P009: TRANSESOPHAGEAL FINDING OF ECHO DENSITY IN SINUS OF VALSALVA CHANGES SURGICAL PROCEDURE
David M Corda, MD1, Carl A Dragstedt, DO, FACC2, Gregory M Janelle, MD, FASE1; 1University of Florida College of Medicine, 2University of Florida College of Medicine, North Florida/South Georgia Veterans Administration
A 70-year-old woman with a history of known coronary artery disease presented for off-pump coronary artery bypass grafting (OPCAB) for unstable angina. The patient had known coronary disease with a right coronary artery (RCA) stent placed one year before presentation. Pre-operative catheterization revealed 90% left main ostial stenosis with multivessel disease. Preoperative echocardiography was not performed.
After induction of anesthesia, intraoperative transesophageal echocardiography (TEE) revealed a fixed hyperechoic round lesion with echolucent center measuring 0.7cm in diameter in the proximal ascending aorta in the sinus of valsalva. The lesion was seen in both the midesophageal short axis (figure 1) and midesophageal long axis (figure 2) views. The mass caused a mild decrease in right coronary cusp excursion. Without a clear diagnosis of the mass, a decision was made by the anesthesia and surgical team to perform the bypass grafting under cardiopulmonary bypass to facilitate exploration of the aorta.
Aortotomy revealed a tissue-covered mass protruding 3-4mm from the RCA ostium (figure 3). The mass was identified as a protruding coronary stent and was subsequently dissected from the ostium and removed (figure 4). The patient then underwent a successful 3-vessel CABG revascularization.
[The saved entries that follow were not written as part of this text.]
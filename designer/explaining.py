"""The run sheet's contents: what each run and sample is, what it should read, what it is for, what binds."""

from __future__ import annotations

import numpy as np

from designer import purposes, units, virtual
from designer.allowed import Allowed
from designer.arrays import jax, jnp
from designer.cautions import marks
from designer.likelihood import Design
from designer.outcomes import Curve, Estimate, PlannedRun, Portion, Predicted, Sample
from designer.records import Run, Schedule, Study
from designer.virtual import Bench

FAN_DRAWS = 200
FAN_POINTS = 60
ON_GRID = (0.05, 0.35, 1.0)  # parts of a continuous run whose readings are shown on the sheet


def binding(offer: Allowed, schedule: Schedule) -> str:
    """The limits the plan lies on, in words."""
    study = offer.study
    found = []
    taken = [[t for t in run.times if t > 0 or not offer.at_start] for run in schedule.runs]
    if offer.first > 0 and any(row and row[0] <= offer.first * (1 + 1e-6) for row in taken):
        found.append("the earliest possible sample")
    if offer.spacing > 0 and any(
        len(row) > 1 and np.diff(row).min() <= offer.spacing * (1 + 1e-6) for row in taken
    ):
        found.append("the least time between samples")
    if any(run.end >= offer.longest * (1 - 1e-6) for run in schedule.runs):
        found.append("the longest run")
    booked = study.limits.booked
    total = sum(study.limits.setup_per_run + run.end for run in schedule.runs)
    if booked is not None and total >= 0.98 * booked:
        found.append("the time booked")
    for lever in offer.levers:
        values = [dict(run.conditions)[lever.name] for run in schedule.runs]
        if max(values) >= lever.high * (1 - 1e-6):
            found.append(f"the highest {lever.name}")
        if min(values) <= lever.low * (1 + 1e-6):
            found.append(f"the lowest {lever.name}")
    return ", ".join(found)


def planned_runs(
    bench: Bench, design: Design, schedule: Schedule, gains: list[Estimate]
) -> tuple[PlannedRun, ...]:
    study = bench.study
    table = purposes.purposes(bench, design)
    carried = len(bench.axes.carried.times)
    signals = [_middle_signal(bench, index, design) for index in bench.listed]
    planned = []
    for number, run in enumerate(schedule.runs):
        row = carried + number
        places = _shown_places(bench, run)
        samples = tuple(
            Sample(
                float(np.asarray(design.times)[row, place]),
                _predicted(bench, signals, dict(run.conditions), row, place),
                _in_words(bench, table[number][place], dict(run.conditions)),
            )
            for place in places
        )
        planned.append(
            PlannedRun(
                number + 1,
                run.conditions,
                samples,
                run.length,
                portions(study, dict(run.conditions)),
                marks(study, dict(run.conditions)),
                gains[number],
            )
        )
    return tuple(planned)


def _shown_places(bench: Bench, run: Run) -> list[int]:
    """Places on the time axis that the sheet shows: every sample, and a few readings of a continuous run."""
    places = list(range(len(run.times)))
    if run.length is not None:
        last = int((bench.axes.grid <= run.length * (1 + 1e-12)).sum()) - 1
        places += sorted({bench.axes.samples + round(part * last) for part in ON_GRID})
    return places


def _middle_signal(bench: Bench, index: int, design: Design) -> tuple[np.ndarray, np.ndarray]:
    law = bench.laws[index]
    u, z = jnp.zeros(len(law.structural)), jnp.zeros((len(design.times), len(law.errors)))
    read = jax.jit(jax.vmap(law.read, in_axes=(None, 0, 0, 0)))
    signal = read(u, z, design.conditions, design.times)
    return np.asarray(signal.mean), np.sqrt(np.asarray(signal.variance))


def _start_of(text: str, conditions: dict[str, float]) -> float | None:
    """Starting concentration behind a reading that is a bare [X], else None."""
    name = text.strip()
    bare = name.startswith("[") and name.endswith("]") and name.count("[") == 1
    start = conditions.get(name[1:-1].strip()) if bare else None
    return start or None


def _predicted(
    bench: Bench,
    signals: list[tuple[np.ndarray, np.ndarray]],
    conditions: dict[str, float],
    row: int,
    place: int,
) -> tuple[Predicted, ...]:
    found = []
    for index, (mean, error) in zip(bench.listed, signals, strict=True):
        law = bench.laws[index]
        for column, reading in enumerate(bench.study.readings):
            axes = bench.axes.recorded if place >= bench.axes.samples else bench.axes.sampled
            if not axes[column]:
                continue
            value = float(mean[row, place, column])
            channel = law.channels[column]
            side = "below" if value < channel.lowest else "above" if value > channel.highest else ""
            start = _start_of(reading.text, conditions)
            left = None if start is None else value / start
            name = law.candidate.name
            found.append(Predicted(name, reading.name, value, float(error[row, place, column]), side, left))
    return tuple(found)


def _in_words(bench: Bench, purpose: purposes.Purpose, conditions: dict[str, float]) -> str:
    if purpose.pair is None:
        names = [name for name, _ in bench.asked]
        return f"pins down {names[0]}" if names else "pins down the rate constant"
    first, second = (bench.laws[bench.listed[i]].candidate.name for i in purpose.pair)
    reading = bench.study.readings[min(purpose.signal, len(bench.study.readings) - 1)]
    start = _start_of(reading.text, conditions)
    if start is not None:
        shown, unit = [100 * value / start for value in purpose.values], " % left"
    else:
        shown = [units.convert(value, reading.unit) for value in purpose.values]
        unit = f" {reading.unit}" if reading.unit else ""
    ends = [
        "less"
        if reading.lowest is not None and value <= reading.lowest
        else "more"
        if reading.highest is not None and value >= reading.highest
        else ""
        for value in purpose.values
    ]
    words = [f"{end} than {text}" if end else text for end, text in zip(ends, _two(*shown), strict=True)]
    return f"separates {first} from {second}: {words[0]} against {words[1]}{unit}"


def _two(a: float, b: float) -> tuple[str, str]:
    """Two numbers with as few digits as still tell them apart (two significant figures at least)."""
    for digits in range(2, 7):
        first, second = f"{a:.{digits}g}", f"{b:.{digits}g}"
        if first != second:
            break
    return tuple(f"{float(x):g}" for x in (first, second))  # type: ignore[return-value]


def portions(study: Study, conditions: dict[str, float]) -> tuple[Portion, ...]:
    """What to pipette of each stock into the vessel, and the solvent to make it up (L)."""
    volume = study.vessel.volume
    if not study.stocks or volume is None:
        return ()
    found = [
        Portion(name, stock, conditions[name] / stock * volume)
        for name, stock in study.stocks
        if name in conditions
    ]
    return (*found, Portion("solvent", None, volume - sum(portion.volume for portion in found)))


def curves(bench: Bench, schedule: Schedule, seed: int) -> tuple[Curve, ...]:
    """Curve fans of the listed candidates in every run."""
    found = []
    for index in bench.listed:
        law = bench.laws[index]
        u = virtual.truth_draws(bench, index, FAN_DRAWS, virtual.stream(seed, law.candidate, "curves"))
        z = jnp.zeros(len(law.errors))
        read = jax.jit(
            jax.vmap(lambda x, c, t, law=law, z=z: law.read(x, z, c, t).mean, in_axes=(0, None, None))
        )
        for number, run in enumerate(schedule.runs, 1):
            times = np.linspace(0, run.end * 1.05, FAN_POINTS)
            at = np.array([value for _, value in run.conditions])
            means = np.asarray(read(np.vstack([np.zeros((1, u.shape[1])), u]), at, times))
            for column, reading in enumerate(bench.study.readings):
                values = means[:, :, column]
                low, middle, high = np.nanquantile(values[1:], [0.05, 0.5, 0.95], axis=0)
                found.append(
                    Curve(
                        number,
                        law.candidate.name,
                        reading.name,
                        tuple(times.tolist()),
                        tuple(middle.tolist()),
                        tuple(low.tolist()),
                        tuple(high.tolist()),
                    )
                )
    return tuple(found)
This report describes a rare echo finding discovered during a planned OPCAB procedure resulting in a change in surgical procedure. Differential diagnosis included fibroelastoma, lipoma, vegetation, thrombus, artifact and calcification. Although this finding has been reported in the distant past by Lerner et al, we believe the incidence of presentation during perioperative TEE will become more common as interventional cardiology procedures become more aggressive. Once difficult and untreatable ostial lesions are becoming more common in the interventional cardiologist’s workplace. It is not uncommon for a cardiologist to overlap multiple stents or use oversized balloons during deployment. These techniques although useful, can impart significant strain on proximal stents making them more likely to have mechanical failure and malposition.
Protruding ostial stents pose multiple risks to patients. Although rare, intra-aortic protrusion of a stent has led to acute perforation of a coronary cusp, severe aortic insufficiency and pulmonary edema. Furthermore, stents protruding into the aorta are under increased strain and more likely to fracture and embolize. Fracture of ostial stents with peripheral embolization can cause limb ischemia. Another serious complication of protruding stent fracture is embolism into the carotid artery or cerebral circulation.
The routine use of TEE in OPCAB procedures is sporadic secondary to frequent surgical manipulation of the heart which may render inadequate imaging planes. The echo findings in this case highlight an unusual sight to echocardiographers and is another example supporting the use of TEE in even routine OPCAB procedures.